## Task statement
Look through the material below and return every line that contains "sensors".

## Exercise material
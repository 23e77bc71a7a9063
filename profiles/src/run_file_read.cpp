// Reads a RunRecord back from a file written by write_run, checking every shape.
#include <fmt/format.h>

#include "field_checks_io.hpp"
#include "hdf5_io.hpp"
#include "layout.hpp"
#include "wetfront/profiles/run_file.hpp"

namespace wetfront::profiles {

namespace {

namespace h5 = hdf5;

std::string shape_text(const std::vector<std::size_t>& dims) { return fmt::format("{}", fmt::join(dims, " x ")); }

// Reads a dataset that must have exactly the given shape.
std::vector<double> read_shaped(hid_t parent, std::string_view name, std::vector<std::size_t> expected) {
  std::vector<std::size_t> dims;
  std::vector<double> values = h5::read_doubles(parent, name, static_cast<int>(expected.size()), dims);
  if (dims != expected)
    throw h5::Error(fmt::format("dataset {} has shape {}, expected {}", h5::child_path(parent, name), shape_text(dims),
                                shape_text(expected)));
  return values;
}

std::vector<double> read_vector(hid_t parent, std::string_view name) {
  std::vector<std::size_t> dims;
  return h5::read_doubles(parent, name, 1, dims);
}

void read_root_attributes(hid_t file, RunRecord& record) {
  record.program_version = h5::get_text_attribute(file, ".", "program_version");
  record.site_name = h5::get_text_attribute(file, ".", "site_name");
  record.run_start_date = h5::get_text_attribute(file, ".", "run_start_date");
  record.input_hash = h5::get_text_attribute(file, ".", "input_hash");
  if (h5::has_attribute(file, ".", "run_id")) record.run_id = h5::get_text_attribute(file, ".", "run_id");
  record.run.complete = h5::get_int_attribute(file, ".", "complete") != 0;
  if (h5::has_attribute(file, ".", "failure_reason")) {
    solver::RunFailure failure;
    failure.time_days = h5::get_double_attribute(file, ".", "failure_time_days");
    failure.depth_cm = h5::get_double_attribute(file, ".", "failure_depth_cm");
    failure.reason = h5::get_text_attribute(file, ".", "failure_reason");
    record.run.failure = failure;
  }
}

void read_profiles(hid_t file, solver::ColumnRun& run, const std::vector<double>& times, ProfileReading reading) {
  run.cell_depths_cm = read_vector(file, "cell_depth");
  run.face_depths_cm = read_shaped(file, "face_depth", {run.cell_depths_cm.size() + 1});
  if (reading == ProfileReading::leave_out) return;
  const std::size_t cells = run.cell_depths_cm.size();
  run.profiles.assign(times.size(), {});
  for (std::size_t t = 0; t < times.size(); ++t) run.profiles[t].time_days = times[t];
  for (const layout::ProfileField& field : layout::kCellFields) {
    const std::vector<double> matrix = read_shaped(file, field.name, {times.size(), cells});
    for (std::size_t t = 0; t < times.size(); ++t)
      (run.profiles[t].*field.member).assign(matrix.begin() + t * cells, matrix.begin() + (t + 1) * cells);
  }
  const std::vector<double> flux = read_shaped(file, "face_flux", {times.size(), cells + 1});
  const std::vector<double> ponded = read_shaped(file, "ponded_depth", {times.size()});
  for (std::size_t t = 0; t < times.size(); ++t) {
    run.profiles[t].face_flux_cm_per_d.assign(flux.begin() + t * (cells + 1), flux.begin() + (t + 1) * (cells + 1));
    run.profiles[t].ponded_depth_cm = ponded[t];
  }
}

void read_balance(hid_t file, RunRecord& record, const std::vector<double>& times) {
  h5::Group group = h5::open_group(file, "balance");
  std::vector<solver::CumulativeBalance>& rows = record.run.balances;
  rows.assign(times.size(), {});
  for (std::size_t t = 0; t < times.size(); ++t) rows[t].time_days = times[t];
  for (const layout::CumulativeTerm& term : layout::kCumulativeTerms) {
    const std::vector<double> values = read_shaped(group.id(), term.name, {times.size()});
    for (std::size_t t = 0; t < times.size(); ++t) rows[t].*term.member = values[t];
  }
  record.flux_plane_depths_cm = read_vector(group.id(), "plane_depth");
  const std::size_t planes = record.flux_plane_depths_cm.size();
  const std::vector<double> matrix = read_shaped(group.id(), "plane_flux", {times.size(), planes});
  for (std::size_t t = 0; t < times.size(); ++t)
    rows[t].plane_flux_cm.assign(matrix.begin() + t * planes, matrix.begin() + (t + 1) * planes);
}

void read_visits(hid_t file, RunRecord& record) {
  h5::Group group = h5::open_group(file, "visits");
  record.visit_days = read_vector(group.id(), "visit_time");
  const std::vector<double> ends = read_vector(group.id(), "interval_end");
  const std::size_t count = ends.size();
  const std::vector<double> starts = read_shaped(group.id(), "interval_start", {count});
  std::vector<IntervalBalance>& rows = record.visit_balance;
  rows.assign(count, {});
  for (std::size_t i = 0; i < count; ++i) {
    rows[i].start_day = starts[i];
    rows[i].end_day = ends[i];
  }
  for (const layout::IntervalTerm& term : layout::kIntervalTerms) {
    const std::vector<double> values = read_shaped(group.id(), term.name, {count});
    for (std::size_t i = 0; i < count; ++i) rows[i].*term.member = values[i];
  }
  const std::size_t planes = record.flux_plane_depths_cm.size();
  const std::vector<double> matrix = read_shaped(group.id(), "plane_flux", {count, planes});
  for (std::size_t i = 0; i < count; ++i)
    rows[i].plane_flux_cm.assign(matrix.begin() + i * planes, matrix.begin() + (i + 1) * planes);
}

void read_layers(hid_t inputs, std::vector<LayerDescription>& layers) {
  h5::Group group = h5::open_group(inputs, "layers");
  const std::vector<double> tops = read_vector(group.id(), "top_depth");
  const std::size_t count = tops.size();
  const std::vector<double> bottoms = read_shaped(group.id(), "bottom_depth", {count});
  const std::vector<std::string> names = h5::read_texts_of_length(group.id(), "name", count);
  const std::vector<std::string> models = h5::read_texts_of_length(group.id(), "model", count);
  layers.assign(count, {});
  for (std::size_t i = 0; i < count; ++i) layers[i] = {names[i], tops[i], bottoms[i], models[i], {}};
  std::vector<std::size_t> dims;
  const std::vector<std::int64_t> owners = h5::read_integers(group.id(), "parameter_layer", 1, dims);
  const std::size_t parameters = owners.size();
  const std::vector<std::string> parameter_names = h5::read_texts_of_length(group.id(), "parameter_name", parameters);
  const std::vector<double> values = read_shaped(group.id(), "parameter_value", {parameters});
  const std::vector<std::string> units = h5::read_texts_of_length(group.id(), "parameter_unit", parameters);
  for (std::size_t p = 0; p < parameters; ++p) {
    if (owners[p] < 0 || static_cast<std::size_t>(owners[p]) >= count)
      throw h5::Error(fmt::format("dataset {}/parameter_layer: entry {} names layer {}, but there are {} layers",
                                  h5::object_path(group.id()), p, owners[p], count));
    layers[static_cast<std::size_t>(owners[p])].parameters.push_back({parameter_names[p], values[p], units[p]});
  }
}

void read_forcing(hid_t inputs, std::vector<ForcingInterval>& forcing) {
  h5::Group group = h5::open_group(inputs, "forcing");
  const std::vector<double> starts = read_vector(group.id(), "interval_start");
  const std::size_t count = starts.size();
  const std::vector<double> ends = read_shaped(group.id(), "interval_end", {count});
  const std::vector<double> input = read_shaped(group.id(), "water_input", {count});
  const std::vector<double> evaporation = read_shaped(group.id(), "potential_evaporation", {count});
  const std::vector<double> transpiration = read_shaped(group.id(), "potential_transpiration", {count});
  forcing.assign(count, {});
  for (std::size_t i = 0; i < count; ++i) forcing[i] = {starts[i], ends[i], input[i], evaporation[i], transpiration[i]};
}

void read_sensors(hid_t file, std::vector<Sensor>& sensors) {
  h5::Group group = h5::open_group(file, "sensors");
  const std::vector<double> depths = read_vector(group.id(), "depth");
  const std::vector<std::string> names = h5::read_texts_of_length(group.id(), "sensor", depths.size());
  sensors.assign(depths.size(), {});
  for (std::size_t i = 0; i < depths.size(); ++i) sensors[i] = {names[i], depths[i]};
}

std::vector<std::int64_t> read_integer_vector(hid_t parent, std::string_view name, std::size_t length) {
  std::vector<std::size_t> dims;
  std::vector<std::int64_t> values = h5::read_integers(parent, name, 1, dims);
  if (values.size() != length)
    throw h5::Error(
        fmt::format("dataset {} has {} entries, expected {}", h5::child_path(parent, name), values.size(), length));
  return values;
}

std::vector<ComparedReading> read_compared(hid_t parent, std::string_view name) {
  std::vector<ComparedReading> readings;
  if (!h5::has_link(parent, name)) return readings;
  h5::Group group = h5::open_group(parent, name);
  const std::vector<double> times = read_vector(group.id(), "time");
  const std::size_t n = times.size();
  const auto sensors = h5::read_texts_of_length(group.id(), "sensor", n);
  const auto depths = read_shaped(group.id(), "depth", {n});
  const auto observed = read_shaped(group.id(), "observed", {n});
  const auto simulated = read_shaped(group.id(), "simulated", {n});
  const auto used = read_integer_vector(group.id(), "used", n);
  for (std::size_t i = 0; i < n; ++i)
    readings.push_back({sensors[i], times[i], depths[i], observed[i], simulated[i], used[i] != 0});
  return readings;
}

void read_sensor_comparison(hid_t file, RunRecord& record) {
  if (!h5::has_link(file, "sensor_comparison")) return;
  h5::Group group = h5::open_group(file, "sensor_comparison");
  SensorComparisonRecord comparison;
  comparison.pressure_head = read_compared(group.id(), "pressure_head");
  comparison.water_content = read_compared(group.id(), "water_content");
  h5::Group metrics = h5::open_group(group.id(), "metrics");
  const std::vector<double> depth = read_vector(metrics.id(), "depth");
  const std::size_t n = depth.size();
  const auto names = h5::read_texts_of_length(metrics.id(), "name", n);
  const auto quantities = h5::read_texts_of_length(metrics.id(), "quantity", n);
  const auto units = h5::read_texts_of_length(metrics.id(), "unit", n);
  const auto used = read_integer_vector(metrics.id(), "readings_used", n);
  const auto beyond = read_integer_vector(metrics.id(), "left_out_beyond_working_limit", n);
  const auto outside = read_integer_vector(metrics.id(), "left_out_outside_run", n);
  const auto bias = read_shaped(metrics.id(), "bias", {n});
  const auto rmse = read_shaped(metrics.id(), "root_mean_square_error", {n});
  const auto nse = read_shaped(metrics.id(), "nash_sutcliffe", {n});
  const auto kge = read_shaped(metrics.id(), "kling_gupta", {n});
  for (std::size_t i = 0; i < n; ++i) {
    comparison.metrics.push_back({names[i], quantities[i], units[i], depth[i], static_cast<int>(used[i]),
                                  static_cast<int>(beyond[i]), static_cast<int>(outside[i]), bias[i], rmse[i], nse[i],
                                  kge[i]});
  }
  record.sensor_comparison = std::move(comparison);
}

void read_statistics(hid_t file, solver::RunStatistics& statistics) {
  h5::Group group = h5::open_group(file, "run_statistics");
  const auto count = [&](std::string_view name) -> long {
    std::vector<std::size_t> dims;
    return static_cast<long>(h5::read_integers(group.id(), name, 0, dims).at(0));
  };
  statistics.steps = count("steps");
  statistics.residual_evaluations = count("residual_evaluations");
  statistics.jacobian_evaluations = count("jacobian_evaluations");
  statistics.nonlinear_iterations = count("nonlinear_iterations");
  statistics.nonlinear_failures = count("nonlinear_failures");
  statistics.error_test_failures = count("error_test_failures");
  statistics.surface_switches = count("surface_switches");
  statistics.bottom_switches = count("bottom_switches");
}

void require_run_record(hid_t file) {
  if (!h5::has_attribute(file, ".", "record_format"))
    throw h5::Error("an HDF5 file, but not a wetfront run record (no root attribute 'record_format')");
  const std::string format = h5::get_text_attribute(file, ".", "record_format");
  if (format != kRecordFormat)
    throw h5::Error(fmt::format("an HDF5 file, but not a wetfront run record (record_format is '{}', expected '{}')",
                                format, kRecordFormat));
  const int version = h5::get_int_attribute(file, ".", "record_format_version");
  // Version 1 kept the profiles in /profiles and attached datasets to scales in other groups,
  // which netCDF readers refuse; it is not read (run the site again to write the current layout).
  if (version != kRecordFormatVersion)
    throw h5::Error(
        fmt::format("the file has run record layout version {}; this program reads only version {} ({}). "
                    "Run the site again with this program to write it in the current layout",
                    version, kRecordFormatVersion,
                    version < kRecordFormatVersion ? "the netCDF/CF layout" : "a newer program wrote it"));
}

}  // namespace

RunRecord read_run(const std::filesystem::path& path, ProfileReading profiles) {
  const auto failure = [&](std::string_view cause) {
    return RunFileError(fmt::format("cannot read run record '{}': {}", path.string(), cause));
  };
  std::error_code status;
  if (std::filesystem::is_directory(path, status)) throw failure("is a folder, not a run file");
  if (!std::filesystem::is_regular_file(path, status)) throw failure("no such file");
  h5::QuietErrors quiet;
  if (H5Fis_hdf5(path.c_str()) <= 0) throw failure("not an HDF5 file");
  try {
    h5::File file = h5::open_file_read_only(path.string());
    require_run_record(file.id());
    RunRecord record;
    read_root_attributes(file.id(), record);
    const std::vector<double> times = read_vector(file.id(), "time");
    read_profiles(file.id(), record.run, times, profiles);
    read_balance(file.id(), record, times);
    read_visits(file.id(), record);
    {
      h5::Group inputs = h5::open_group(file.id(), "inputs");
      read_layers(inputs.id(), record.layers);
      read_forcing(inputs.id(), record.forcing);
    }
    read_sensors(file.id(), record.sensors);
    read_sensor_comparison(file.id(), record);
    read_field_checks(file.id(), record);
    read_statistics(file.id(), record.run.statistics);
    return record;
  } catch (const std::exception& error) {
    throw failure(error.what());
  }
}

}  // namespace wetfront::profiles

## Expected output
void read_sensors(hid_t file, std::vector<Sensor>& sensors) {
  h5::Group group = h5::open_group(file, "sensors");
  sensors.assign(depths.size(), {});
  for (std::size_t i = 0; i < depths.size(); ++i) sensors[i] = {names[i], depths[i]};
  const auto sensors = h5::read_texts_of_length(group.id(), "sensor", n);
    readings.push_back({sensors[i], times[i], depths[i], observed[i], simulated[i], used[i] != 0});
    read_sensors(file.id(), record.sensors);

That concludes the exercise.